For the entries that follow, state how many lines include the word "dropout", giving the number and nothing else.

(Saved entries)
/---
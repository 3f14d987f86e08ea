import { describe, expect, it, vi } from 'vitest';
import { fireEvent, render, screen } from '@testing-library/svelte';
import SessionTitle from '$lib/components/sessions/SessionTitle.svelte';
import UnfinishedSession from '$lib/components/sessions/UnfinishedSession.svelte';

describe('SessionTitle', () => {
	it('renames the session with the name typed in', async () => {
		const onrename = vi.fn().mockResolvedValue(undefined);
		render(SessionTitle, { name: 'Two-deck pad set · 2026-12-02 15:00', onrename });
		await fireEvent.click(screen.getByTestId('rename'));
		const input = screen.getByTestId('rename-input');
		expect(input).toHaveValue('Two-deck pad set · 2026-12-02 15:00');
		await fireEvent.input(input, { target: { value: '  Friday warm-up  ' } });
		await fireEvent.click(screen.getByTestId('rename-save'));
		expect(onrename).toHaveBeenCalledWith('Friday warm-up');
		expect(await screen.findByTestId('session-name')).toBeInTheDocument();
	});

	it('refuses an empty name without asking the server', async () => {
		const onrename = vi.fn();
		render(SessionTitle, { name: 'Take 1', onrename });
		await fireEvent.click(screen.getByTestId('rename'));
		await fireEvent.input(screen.getByTestId('rename-input'), { target: { value: '   ' } });
		await fireEvent.click(screen.getByTestId('rename-save'));
		expect(onrename).not.toHaveBeenCalled();
		expect(screen.getByRole('alert')).toHaveTextContent('Give the session a name.');
	});

	it('keeps the field open with the server’s reason when saving fails', async () => {
		const onrename = vi.fn().mockRejectedValue(new Error('Padproof’s server cannot be reached.'));
		render(SessionTitle, { name: 'Take 1', onrename });
		await fireEvent.click(screen.getByTestId('rename'));
		await fireEvent.input(screen.getByTestId('rename-input'), { target: { value: 'Take 2' } });
		await fireEvent.click(screen.getByTestId('rename-save'));
		expect(await screen.findByRole('alert')).toHaveTextContent('cannot be reached');
		expect(screen.getByTestId('rename-input')).toHaveValue('Take 2');
	});
});

describe('UnfinishedSession', () => {
	it('says what happened and closes the session on request', async () => {
		const onclose = vi.fn().mockResolvedValue(undefined);
		render(UnfinishedSession, { props: { events: 42, onclose } });
		expect(screen.getByTestId('unfinished')).toHaveTextContent('All 42 events that reached the server are here.');
		await fireEvent.click(screen.getByTestId('close-session'));
		expect(onclose).toHaveBeenCalledOnce();
	});

	it('shows why closing failed', async () => {
		const onclose = vi.fn().mockRejectedValue(new Error('That session does not exist, or it belongs to someone else.'));
		render(UnfinishedSession, { props: { events: 3, onclose } });
		await fireEvent.click(screen.getByTestId('close-session'));
		expect(await screen.findByRole('alert')).toHaveTextContent('does not exist');
	});
});
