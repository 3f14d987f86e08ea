// The rehearsal room's deck card: "Ready" while the sound is off, then Playing or Stopped; what the
// rig does to the deck (stopped by the mapping, the racks heard on it, or dry); and its controls.
import type { ComponentProps } from 'svelte';
import { describe, expect, it, vi } from 'vitest';
import { render, screen, within } from '@testing-library/svelte';
import userEvent from '@testing-library/user-event';
import DeckCard from '$lib/components/rehearse/DeckCard.svelte';

const loops = [
	{ id: 'groove', name: 'Groove', style: 'house' },
	{ id: 'breaks', name: 'Breaks', style: 'breakbeat' }
];

function card(props: Partial<ComponentProps<typeof DeckCard>> = {}) {
	const onplaying = vi.fn();
	const onloop = vi.fn();
	const view = render(DeckCard, {
		deck: 'A',
		rigPlaying: true,
		audibleRacks: [],
		loop: 'groove',
		playing: true,
		soundOn: false,
		loops,
		onloop,
		onplaying,
		...props
	});
	const button = () => screen.getByTestId('deck-A-play');
	const effects = () => screen.getByTestId('deck-A-effects');
	return { ...view, onplaying, onloop, button, effects };
}

describe('DeckCard', () => {
	it('says "Ready" for a playing deck until the sound starts, then "Playing"', async () => {
		const { button, rerender } = card();
		expect(button()).toHaveTextContent('Ready');
		expect(button()).toHaveAttribute('data-state', 'ready');
		expect(button()).toHaveAttribute('aria-pressed', 'true');
		expect(button()).toHaveAttribute('title', 'Starts playing when you start the sound');
		await rerender({ soundOn: true });
		expect(button()).toHaveTextContent('Playing');
		expect(button()).toHaveAttribute('data-state', 'playing');
		expect(button()).not.toHaveAttribute('title');
	});

	it('says "Stopped" for a stopped deck, sound on or off, and the button starts it', async () => {
		const { button, rerender, onplaying } = card({ playing: false });
		expect(button()).toHaveTextContent('Stopped');
		expect(button()).toHaveAttribute('aria-pressed', 'false');
		await rerender({ soundOn: true });
		expect(button()).toHaveTextContent('Stopped');
		await userEvent.click(button());
		expect(onplaying).toHaveBeenCalledWith(true);
	});

	it('the button stops a playing deck', async () => {
		const { button, onplaying } = card({ soundOn: true });
		await userEvent.click(button());
		expect(onplaying).toHaveBeenCalledWith(false);
	});

	it('names a deck the mapping stopped, even while its racks would sound', () => {
		const { effects } = card({ soundOn: true, rigPlaying: false, audibleRacks: [1] });
		expect(effects()).toHaveTextContent('stopped by the mapping');
		expect(effects()).not.toHaveTextContent('audible');
	});

	it('lists the racks heard on the deck and marks the card, or says the deck is dry', async () => {
		const { effects, rerender } = card({ soundOn: true, audibleRacks: [1, 3] });
		expect(effects()).toHaveTextContent('rack 1 + 3 audible');
		expect(screen.getByRole('region', { name: 'Deck A' })).toHaveClass('border-live-500');
		await rerender({ audibleRacks: [] });
		expect(effects()).toHaveTextContent(/^\s*dry\s*$/);
		expect(screen.getByRole('region', { name: 'Deck A' })).not.toHaveClass('border-live-500');
	});

	it('chooses a loop, or none', async () => {
		const { onloop } = card();
		const select = within(screen.getByRole('region', { name: 'Deck A' })).getByRole('combobox');
		expect(select).toHaveValue('groove');
		await userEvent.selectOptions(select, 'breaks');
		expect(onloop).toHaveBeenLastCalledWith('breaks');
		await userEvent.selectOptions(select, '');
		expect(onloop).toHaveBeenLastCalledWith(null);
	});
});
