// Level arithmetic shared by racks, master and tests. Equal-power law as in the Web Audio API's
// StereoPannerNode algorithm: gains cos(x·π/2) and sin(x·π/2) for x in 0..1.

/** The master's level when sound first starts (DESIGN.md §5: moderate). */
export const DEFAULT_MASTER_DB = -12;

export interface MixGains {
	dry: number;
	wet: number;
}

export function equalPowerGains(mix: number): MixGains {
	const x = Math.min(1, Math.max(0, mix));
	// Exact ends, so a rack at mix 0 or 1 is sample-identical to the dry or the wet path.
	if (x === 0) return { dry: 1, wet: 0 };
	if (x === 1) return { dry: 0, wet: 1 };
	return { dry: Math.cos((x * Math.PI) / 2), wet: Math.sin((x * Math.PI) / 2) };
}

export function dbToGain(db: number): number {
	return Math.pow(10, db / 20);
}

export function gainToDb(gain: number): number {
	return gain > 0 ? 20 * Math.log10(gain) : -Infinity;
}
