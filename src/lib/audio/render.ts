// Offline rendering (a Tone offline context): a rig built in an OfflineAudioContext, fed a start state and
// a list of engine changes, recorded at the master or at one deck's output. Used for WAV export
// of a rehearsal and by the browser tests that measure the sound.
import { OfflineContext, connect, getContext, setContext } from 'tone';
import type { RackReach } from '$lib/engine/reach';
import { runEvents } from '$lib/engine/replay';
import { initialRigState } from '$lib/engine/rig';
import { DECK_IDS, type DeckId, type InputEvent, type Mapping, type RigChange, type RigState } from '$lib/engine/types';
import { findLoop } from './loops/patterns';
import { AudioRig } from './rig';
import { quietRig } from './rig-state';
import { encodeWav } from './wav';

export interface DeckSetup {
	loop?: string; // a demo loop id
	samples?: number[][] | Float32Array[]; // a test signal instead of (or besides) the loop
	samplesAt?: number; // seconds
	levelDb?: number;
}

export interface RenderSpec {
	seconds: number;
	sampleRate?: number;
	tempo?: number;
	decks?: Partial<Record<DeckId, DeckSetup>>;
	state?: RigState;
	changes?: RigChange[];
	tempoChanges?: { t: number; bpm: number }[]; // t in ms on the session clock
	/** What is recorded: the master output, or one deck after its inserts (before the master). */
	tap?: 'master' | DeckId;
	masterDb?: number;
	lookAhead?: number;
	/** Effects to build before play, as the rehearsal room does (engine `mappingReach`). */
	prepare?: RackReach[];
}

export interface Rendered {
	sampleRate: number;
	channels: Float32Array[];
	lookAhead: number;
}

export const RENDER_RATE = 48000;

/**
 * Before rendering, Tone steps its clock through the whole duration (the gate writes its cycles
 * then). Stepping in one go saves a pause per second of audio (4 ms or more each, a tenth of a
 * short render); longer renders keep pausing so the page stays responsive.
 */
const SYNC_CLOCK_SECONDS = 60;

let queue: Promise<unknown> = Promise.resolve();

/** Renders one at a time: a render swaps Tone's current context while it is built. */
export function renderRig(spec: RenderSpec): Promise<Rendered> {
	const next = queue.then(() => renderNow(spec));
	queue = next.catch(() => undefined);
	return next;
}

async function renderNow(spec: RenderSpec): Promise<Rendered> {
	const sampleRate = spec.sampleRate ?? RENDER_RATE;
	const context = new OfflineContext(2, spec.seconds, sampleRate);
	const previous = getContext();
	setContext(context);
	let lookAhead: number;
	try {
		const rig = await AudioRig.create({
			tempo: spec.tempo ?? 120,
			state: spec.state ?? quietRig(),
			lookAhead: spec.lookAhead
		});
		lookAhead = rig.lookAhead;
		if (spec.prepare) rig.prepare(spec.prepare);
		rig.master.setLevel(spec.masterDb ?? 0, 0);
		for (const d of DECK_IDS) {
			const setup = spec.decks?.[d];
			if (setup?.loop) rig.setLoop(d, findLoop(setup.loop), 0);
			if (setup?.samples)
				rig.decks[d].playSamples(
					setup.samples.map((c) => Float32Array.from(c)),
					setup.samplesAt ?? 0
				);
			rig.decks[d].setLevel(setup?.levelDb ?? 0, 0);
		}
		for (const { t, bpm } of spec.tempoChanges ?? []) rig.setTempo(bpm, rig.timeOf(t));
		rig.apply(spec.changes ?? []);
		const tap = spec.tap ?? 'master';
		const out = tap === 'master' ? rig.master.output : rig.decks[tap].output;
		connect(out, rig.context.rawContext.destination);
		rig.startClock();
	} finally {
		setContext(previous);
	}
	const buffer = await context.render(spec.seconds > SYNC_CLOCK_SECONDS);
	const channels = [0, 1].map((c) => Float32Array.from(buffer.getChannelData(c)));
	return { sampleRate, channels, lookAhead };
}

/**
 * Runs a session's input events through the engine — the same loop replay uses, so quantized
 * presses land on the beat grid of `tempo` — and collects the changes the rig follows.
 */
export function sessionChanges(
	mapping: Mapping,
	events: InputEvent[],
	tempo?: number
): { start: RigState; changes: RigChange[] } {
	const start = initialRigState(mapping);
	const changes: RigChange[] = [];
	runEvents(mapping, events, { tempo, from: start }, (result) => changes.push(...result.changes));
	return { start, changes };
}

export interface SessionRender {
	mapping: Mapping;
	events: InputEvent[];
	loops?: Partial<Record<DeckId, string>>;
	tempo?: number;
	tailSeconds?: number;
}

/** A mapping + session rendered through the master to a 16-bit WAV file. */
export async function renderSessionWav({
	mapping,
	events,
	loops,
	tempo,
	tailSeconds = 2
}: SessionRender): Promise<Uint8Array> {
	const { start, changes } = sessionChanges(mapping, events, tempo);
	const last = events.reduce((m, e) => Math.max(m, e.t), 0);
	const decks: RenderSpec['decks'] = {};
	for (const d of DECK_IDS) if (loops?.[d]) decks[d] = { loop: loops[d] };
	const rendered = await renderRig({
		seconds: last / 1000 + tailSeconds,
		tempo: tempo ?? mapping.tempo ?? 120,
		decks,
		state: start,
		changes,
		masterDb: -12
	});
	return encodeWav(rendered.channels, rendered.sampleRate);
}
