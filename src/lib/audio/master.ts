// The master: level (moderate by default), a limiter whose ceiling is −1 dBFS, and a meter.
// The limiter is a memoryless soft ceiling: exactly linear below −3 dBFS, rounding off toward
// −1 dBFS above, never past it. A compressor node would add its fixed look-ahead delay (about
// 6 ms in Chromium) and make-up gain to every pad press; this adds neither.
import { Gain, Meter, WaveShaper } from 'tone';
import { rampParam } from './effects/effect';
import { DEFAULT_MASTER_DB, dbToGain } from './mix';

export { DEFAULT_MASTER_DB };
export const CEILING_DB = -1;
const KNEE_DB = -3;
const RANGE = 16; // the shaper's input covers ±16 (+24 dBFS) before it clamps

export class MasterBus {
	/** The level, with the shaper's input scale folded in (one node fewer on every frame). */
	readonly input = new Gain(dbToGain(DEFAULT_MASTER_DB) / RANGE);
	readonly output = new Gain(1);
	#ceiling = new WaveShaper(ceilingCurve(8193), 8193);
	// Only a live context is metered: an analyser runs on every frame even with nothing reading it.
	#meter = this.output.context.isOffline ? null : new Meter({ smoothing: 0.7 });
	#levelDb = DEFAULT_MASTER_DB;

	constructor() {
		this.input.chain(this.#ceiling, this.output);
		if (this.#meter) this.output.connect(this.#meter);
	}

	get levelDb(): number {
		return this.#levelDb;
	}

	setLevel(db: number, time: number): void {
		this.#levelDb = db;
		rampParam(this.input.gain, db <= -60 ? 0 : dbToGain(db) / RANGE, time, 0.02);
	}

	/** Output level in dBFS as the meter reads it now (−Infinity when silent or offline). */
	meterDb(): number {
		const v: number | number[] = this.#meter?.getValue() ?? -Infinity;
		return Array.isArray(v) ? Math.max(...v) : v;
	}

	dispose(): void {
		for (const n of [this.input, this.output, this.#ceiling, this.#meter]) n?.dispose();
	}
}

/**
 * The ceiling's transfer curve over inputs ±RANGE, sampled at `points`: identity up to the knee
 * (−3 dBFS), then an exponential approach to the ceiling (−1 dBFS) with matching slope.
 */
export function ceilingCurve(points: number): Float32Array {
	const knee = dbToGain(KNEE_DB);
	// Just under −1 dBFS in 32-bit float, so rounding in the shaper can never reach the ceiling.
	const ceiling = Math.fround(dbToGain(CEILING_DB) * (1 - 1e-6));
	return Float32Array.from({ length: points }, (_, i) => {
		const x = ((2 * i) / (points - 1) - 1) * RANGE;
		return Math.sign(x) * softCeiling(Math.abs(x), knee, ceiling);
	});
}

function softCeiling(x: number, knee: number, ceiling: number): number {
	if (x <= knee) return x;
	const room = ceiling - knee;
	return knee + room * (1 - Math.exp(-(x - knee) / room));
}
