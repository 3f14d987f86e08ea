import { describe, expect, it } from 'vitest';
import { fireEvent, render, screen } from '@testing-library/svelte';
import { applyEvents, demoMapping, lintMapping, type Finding } from '$lib/engine';
import LintPanel from '$lib/components/rehearse/LintPanel.svelte';
import LiveFindingsPanel from '$lib/components/rehearse/LiveFindingsPanel.svelte';
import RackCard from '$lib/components/rehearse/RackCard.svelte';

// Demo two-deck mapping (src/lib/engine/demo.ts): pad-5 is Echo B — rack 1 in focus mode, routed
// to deck B and away from A, mix 0.5.
const twoDeck = demoMapping('two-deck');

const dropout: Finding & { pad: string } = {
	kind: 'dropout',
	start: 250,
	end: null,
	event: 2,
	binding: 13,
	input: 'pad-14',
	deck: 'A',
	rack: 2,
	counter: null,
	message: 'release of Pad 13 at 0.250 s turned rack 2 off while Pad 14 was held',
	pad: 'Stutter 1/8 (Pad 14)'
};

describe('RackCard', () => {
	it('shows a rack live: on, mode, mix, and the deck it is heard on', () => {
		const state = applyEvents(twoDeck, [{ t: 0, input: 'pad-5', type: 'press' }]);
		render(RackCard, { state, rack: 1, decks: 2 });
		expect(screen.getByTestId('rack-1')).toHaveAttribute('data-audible', 'B');
		expect(screen.getByTestId('rack-1-on')).toHaveTextContent('on');
		expect(screen.getByTestId('rack-1-mode')).toHaveTextContent('focus');
		expect(screen.getByTestId('rack-1-mix')).toHaveTextContent('50%');
		expect(screen.getByTestId('rack-1-route-B')).toHaveAttribute('data-routed', 'true');
		expect(screen.getByTestId('rack-1-route-A')).toHaveAttribute('data-routed', 'false');
		expect(screen.getByText('echo')).toBeInTheDocument();
	});
});

describe('LiveFindingsPanel', () => {
	it('names the pad and deck of a dropout while it lasts', () => {
		render(LiveFindingsPanel, { open: [dropout], closed: [] });
		const item = screen.getByTestId('live-finding');
		expect(item).toHaveTextContent('dropout');
		expect(item).toHaveTextContent('Stutter 1/8 (Pad 14)');
		expect(item).toHaveTextContent('deck A');
		expect(item).toHaveTextContent(dropout.message);
	});

	it('moves an ended finding to the run’s history', () => {
		render(LiveFindingsPanel, { open: [], closed: [{ ...dropout, end: 400 }] });
		expect(screen.queryByTestId('live-finding')).toBeNull();
		expect(screen.getByTestId('no-live-finding')).toBeInTheDocument();
		expect(screen.getByTestId('findings-total')).toHaveTextContent('1 this run');
		expect(screen.getByTestId('past-finding')).toHaveTextContent('0.250 s–0.400 s');
	});
});

describe('LintPanel', () => {
	it('keeps the mapping check folded until opened', async () => {
		const findings = lintMapping(demoMapping('broken-row'));
		render(LintPanel, { findings });
		expect(screen.getByTestId('lint-count')).toHaveTextContent(String(findings.length));
		const panel = screen.getByTestId('lint-panel') as HTMLDetailsElement;
		expect(panel.open).toBe(false);
		await fireEvent.click(panel.querySelector('summary')!);
		expect(panel.open).toBe(true);
		expect(screen.getAllByTestId('lint-finding')[0]).toHaveTextContent('legato-without-counter');
	});
});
\---
Finished exercise: 7